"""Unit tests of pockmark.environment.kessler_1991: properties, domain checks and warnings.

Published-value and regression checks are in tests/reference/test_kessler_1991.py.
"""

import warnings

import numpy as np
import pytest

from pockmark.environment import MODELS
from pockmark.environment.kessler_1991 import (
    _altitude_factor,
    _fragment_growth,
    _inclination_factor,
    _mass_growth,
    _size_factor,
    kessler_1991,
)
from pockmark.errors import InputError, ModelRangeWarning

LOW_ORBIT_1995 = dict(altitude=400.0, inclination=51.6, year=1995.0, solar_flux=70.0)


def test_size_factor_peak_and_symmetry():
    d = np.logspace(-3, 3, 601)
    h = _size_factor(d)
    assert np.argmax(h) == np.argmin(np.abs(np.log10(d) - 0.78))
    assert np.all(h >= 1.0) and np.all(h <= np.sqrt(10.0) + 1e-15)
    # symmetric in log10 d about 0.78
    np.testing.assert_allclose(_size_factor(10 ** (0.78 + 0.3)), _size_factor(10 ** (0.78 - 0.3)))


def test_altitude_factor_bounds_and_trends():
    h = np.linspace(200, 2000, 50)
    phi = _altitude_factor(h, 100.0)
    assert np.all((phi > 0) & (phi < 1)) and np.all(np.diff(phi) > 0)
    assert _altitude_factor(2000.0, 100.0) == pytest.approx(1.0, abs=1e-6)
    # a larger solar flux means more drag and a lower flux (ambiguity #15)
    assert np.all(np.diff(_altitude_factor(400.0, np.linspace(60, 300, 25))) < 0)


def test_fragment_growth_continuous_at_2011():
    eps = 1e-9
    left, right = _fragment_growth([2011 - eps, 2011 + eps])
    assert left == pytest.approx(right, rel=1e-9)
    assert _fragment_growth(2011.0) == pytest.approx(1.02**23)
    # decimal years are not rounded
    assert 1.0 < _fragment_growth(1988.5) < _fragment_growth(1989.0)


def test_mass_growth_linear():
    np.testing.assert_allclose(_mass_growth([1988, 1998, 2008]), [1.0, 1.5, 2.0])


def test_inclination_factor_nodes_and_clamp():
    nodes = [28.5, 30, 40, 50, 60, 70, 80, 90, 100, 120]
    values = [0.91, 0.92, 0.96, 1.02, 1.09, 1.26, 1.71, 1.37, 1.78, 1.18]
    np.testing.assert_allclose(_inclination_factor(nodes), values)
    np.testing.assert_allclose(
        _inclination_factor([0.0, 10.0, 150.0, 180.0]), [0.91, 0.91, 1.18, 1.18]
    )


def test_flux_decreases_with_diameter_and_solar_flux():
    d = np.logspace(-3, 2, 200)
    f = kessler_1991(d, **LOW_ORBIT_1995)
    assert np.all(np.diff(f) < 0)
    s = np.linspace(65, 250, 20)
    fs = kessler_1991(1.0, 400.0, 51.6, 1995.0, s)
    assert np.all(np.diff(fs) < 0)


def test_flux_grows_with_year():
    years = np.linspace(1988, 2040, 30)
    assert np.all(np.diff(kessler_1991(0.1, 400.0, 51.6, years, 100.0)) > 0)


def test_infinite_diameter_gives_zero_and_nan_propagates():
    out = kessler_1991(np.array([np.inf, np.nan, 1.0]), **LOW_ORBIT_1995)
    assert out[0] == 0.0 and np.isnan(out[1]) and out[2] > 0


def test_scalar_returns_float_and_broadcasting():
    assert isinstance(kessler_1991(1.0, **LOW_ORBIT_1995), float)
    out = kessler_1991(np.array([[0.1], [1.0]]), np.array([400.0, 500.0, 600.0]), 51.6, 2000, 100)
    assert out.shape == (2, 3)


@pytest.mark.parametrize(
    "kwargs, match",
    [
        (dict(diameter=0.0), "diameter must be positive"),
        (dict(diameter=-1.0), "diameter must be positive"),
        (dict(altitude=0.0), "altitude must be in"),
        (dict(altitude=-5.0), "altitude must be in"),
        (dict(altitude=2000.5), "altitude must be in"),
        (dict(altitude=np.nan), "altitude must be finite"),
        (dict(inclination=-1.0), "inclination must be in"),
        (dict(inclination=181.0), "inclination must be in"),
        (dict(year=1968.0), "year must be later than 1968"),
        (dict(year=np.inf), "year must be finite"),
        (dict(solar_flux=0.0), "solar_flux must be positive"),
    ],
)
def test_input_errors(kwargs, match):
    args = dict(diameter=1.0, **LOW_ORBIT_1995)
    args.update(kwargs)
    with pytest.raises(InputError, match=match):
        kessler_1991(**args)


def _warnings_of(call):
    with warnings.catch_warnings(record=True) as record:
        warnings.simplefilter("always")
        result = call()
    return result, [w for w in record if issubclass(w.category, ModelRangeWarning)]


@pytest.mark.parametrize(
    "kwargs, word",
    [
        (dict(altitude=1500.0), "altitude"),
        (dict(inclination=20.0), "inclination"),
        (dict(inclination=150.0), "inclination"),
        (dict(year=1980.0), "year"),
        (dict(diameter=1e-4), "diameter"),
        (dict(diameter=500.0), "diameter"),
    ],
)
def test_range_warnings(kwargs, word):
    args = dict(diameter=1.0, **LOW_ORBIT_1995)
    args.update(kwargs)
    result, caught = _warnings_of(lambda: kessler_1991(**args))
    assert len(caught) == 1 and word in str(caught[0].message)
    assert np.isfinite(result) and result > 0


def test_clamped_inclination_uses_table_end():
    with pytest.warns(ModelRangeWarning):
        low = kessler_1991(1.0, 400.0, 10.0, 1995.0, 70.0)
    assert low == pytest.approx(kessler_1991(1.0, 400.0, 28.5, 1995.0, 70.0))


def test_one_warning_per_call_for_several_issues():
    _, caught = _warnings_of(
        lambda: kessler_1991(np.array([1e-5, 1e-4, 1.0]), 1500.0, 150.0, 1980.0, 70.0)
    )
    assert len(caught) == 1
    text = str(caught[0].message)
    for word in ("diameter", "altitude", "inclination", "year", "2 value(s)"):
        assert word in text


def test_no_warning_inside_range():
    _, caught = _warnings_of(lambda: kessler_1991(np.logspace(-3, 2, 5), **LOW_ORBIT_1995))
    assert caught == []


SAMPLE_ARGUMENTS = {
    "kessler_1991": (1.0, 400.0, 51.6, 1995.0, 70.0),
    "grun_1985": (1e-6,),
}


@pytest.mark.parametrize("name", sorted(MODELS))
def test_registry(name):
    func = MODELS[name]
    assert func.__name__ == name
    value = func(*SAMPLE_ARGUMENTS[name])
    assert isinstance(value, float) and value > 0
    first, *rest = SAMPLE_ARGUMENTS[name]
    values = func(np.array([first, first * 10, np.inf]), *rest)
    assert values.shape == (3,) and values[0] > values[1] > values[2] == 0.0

========================================

▸ **The task**:
All of the material must be given again without any change.

▸ **Response area**:
"""Unit tests of pockmark.environment.kessler_1991: properties, domain checks and warnings.

Published-value and regression checks are in tests/reference/test_kessler_1991.py.
"""

import warnings

import numpy as np
import pytest

from pockmark.environment import MODELS
from pockmark.environment.kessler_1991 import (
    _altitude_factor,
    _fragment_growth,
    _inclination_factor,
    _mass_growth,
    _size_factor,
    kessler_1991,
)
from pockmark.errors import InputError, ModelRangeWarning

LOW_ORBIT_1995 = dict(altitude=400.0, inclination=51.6, year=1995.0, solar_flux=70.0)


def test_size_factor_peak_and_symmetry():
    d = np.logspace(-3, 3, 601)
    h = _size_factor(d)
    assert np.argmax(h) == np.argmin(np.abs(np.log10(d) - 0.78))
    assert np.all(h >= 1.0) and np.all(h <= np.sqrt(10.0) + 1e-15)
    # symmetric in log10 d about 0.78
    np.testing.assert_allclose(_size_factor(10 ** (0.78 + 0.3)), _size_factor(10 ** (0.78 - 0.3)))


def test_altitude_factor_bounds_and_trends():
    h = np.linspace(200, 2000, 50)
    phi = _altitude_factor(h, 100.0)
    assert np.all((phi > 0) & (phi < 1)) and np.all(np.diff(phi) > 0)
    assert _altitude_factor(2000.0, 100.0) == pytest.approx(1.0, abs=1e-6)
    # a larger solar flux means more drag and a lower flux (ambiguity #15)
    assert np.all(np.diff(_altitude_factor(400.0, np.linspace(60, 300, 25))) < 0)


def test_fragment_growth_continuous_at_2011():
    eps = 1e-9
    left, right = _fragment_growth([2011 - eps, 2011 + eps])
    assert left == pytest.approx(right, rel=1e-9)
    assert _fragment_growth(2011.0) == pytest.approx(1.02**23)
    # decimal years are not rounded
    assert 1.0 < _fragment_growth(1988.5) < _fragment_growth(1989.0)


def test_mass_growth_linear():
    np.testing.assert_allclose(_mass_growth([1988, 1998, 2008]), [1.0, 1.5, 2.0])


def test_inclination_factor_nodes_and_clamp():
    nodes = [28.5, 30, 40, 50, 60, 70, 80, 90, 100, 120]
    values = [0.91, 0.92, 0.96, 1.02, 1.09, 1.26, 1.71, 1.37, 1.78, 1.18]
    np.testing.assert_allclose(_inclination_factor(nodes), values)
    np.testing.assert_allclose(
        _inclination_factor([0.0, 10.0, 150.0, 180.0]), [0.91, 0.91, 1.18, 1.18]
    )


def test_flux_decreases_with_diameter_and_solar_flux():
    d = np.logspace(-3, 2, 200)
    f = kessler_1991(d, **LOW_ORBIT_1995)
    assert np.all(np.diff(f) < 0)
    s = np.linspace(65, 250, 20)
    fs = kessler_1991(1.0, 400.0, 51.6, 1995.0, s)
    assert np.all(np.diff(fs) < 0)


def test_flux_grows_with_year():
    years = np.linspace(1988, 2040, 30)
    assert np.all(np.diff(kessler_1991(0.1, 400.0, 51.6, years, 100.0)) > 0)


def test_infinite_diameter_gives_zero_and_nan_propagates():
    out = kessler_1991(np.array([np.inf, np.nan, 1.0]), **LOW_ORBIT_1995)
    assert out[0] == 0.0 and np.isnan(out[1]) and out[2] > 0


def test_scalar_returns_float_and_broadcasting():
    assert isinstance(kessler_1991(1.0, **LOW_ORBIT_1995), float)
    out = kessler_1991(np.array([[0.1], [1.0]]), np.array([400.0, 500.0, 600.0]), 51.6, 2000, 100)
    assert out.shape == (2, 3)


@pytest.mark.parametrize(
    "kwargs, match",
    [
        (dict(diameter=0.0), "diameter must be positive"),
        (dict(diameter=-1.0), "diameter must be positive"),
        (dict(altitude=0.0), "altitude must be in"),
        (dict(altitude=-5.0), "altitude must be in"),
        (dict(altitude=2000.5), "altitude must be in"),
        (dict(altitude=np.nan), "altitude must be finite"),
        (dict(inclination=-1.0), "inclination must be in"),
        (dict(inclination=181.0), "inclination must be in"),
        (dict(year=1968.0), "year must be later than 1968"),
        (dict(year=np.inf), "year must be finite"),
        (dict(solar_flux=0.0), "solar_flux must be positive"),
    ],
)
def test_input_errors(kwargs, match):
    args = dict(diameter=1.0, **LOW_ORBIT_1995)
    args.update(kwargs)
    with pytest.raises(InputError, match=match):
        kessler_1991(**args)


def _warnings_of(call):
    with warnings.catch_warnings(record=True) as record:
        warnings.simplefilter("always")
        result = call()
    return result, [w for w in record if issubclass(w.category, ModelRangeWarning)]


@pytest.mark.parametrize(
    "kwargs, word",
    [
        (dict(altitude=1500.0), "altitude"),
        (dict(inclination=20.0), "inclination"),
        (dict(inclination=150.0), "inclination"),
        (dict(year=1980.0), "year"),
        (dict(diameter=1e-4), "diameter"),
        (dict(diameter=500.0), "diameter"),
    ],
)
def test_range_warnings(kwargs, word):
    args = dict(diameter=1.0, **LOW_ORBIT_1995)
    args.update(kwargs)
    result, caught = _warnings_of(lambda: kessler_1991(**args))
    assert len(caught) == 1 and word in str(caught[0].message)
    assert np.isfinite(result) and result > 0


def test_clamped_inclination_uses_table_end():
    with pytest.warns(ModelRangeWarning):
        low = kessler_1991(1.0, 400.0, 10.0, 1995.0, 70.0)
    assert low == pytest.approx(kessler_1991(1.0, 400.0, 28.5, 1995.0, 70.0))


def test_one_warning_per_call_for_several_issues():
    _, caught = _warnings_of(
        lambda: kessler_1991(np.array([1e-5, 1e-4, 1.0]), 1500.0, 150.0, 1980.0, 70.0)
    )
    assert len(caught) == 1
    text = str(caught[0].message)
    for word in ("diameter", "altitude", "inclination", "year", "2 value(s)"):
        assert word in text


def test_no_warning_inside_range():
    _, caught = _warnings_of(lambda: kessler_1991(np.logspace(-3, 2, 5), **LOW_ORBIT_1995))
    assert caught == []


SAMPLE_ARGUMENTS = {
    "kessler_1991": (1.0, 400.0, 51.6, 1995.0, 70.0),
    "grun_1985": (1e-6,),
}


@pytest.mark.parametrize("name", sorted(MODELS))
def test_registry(name):
    func = MODELS[name]
    assert func.__name__ == name
    value = func(*SAMPLE_ARGUMENTS[name])
    assert isinstance(value, float) and value > 0
    first, *rest = SAMPLE_ARGUMENTS[name]
    values = func(np.array([first, first * 10, np.inf]), *rest)
    assert values.shape == (3,) and values[0] > values[1] > values[2] == 0.0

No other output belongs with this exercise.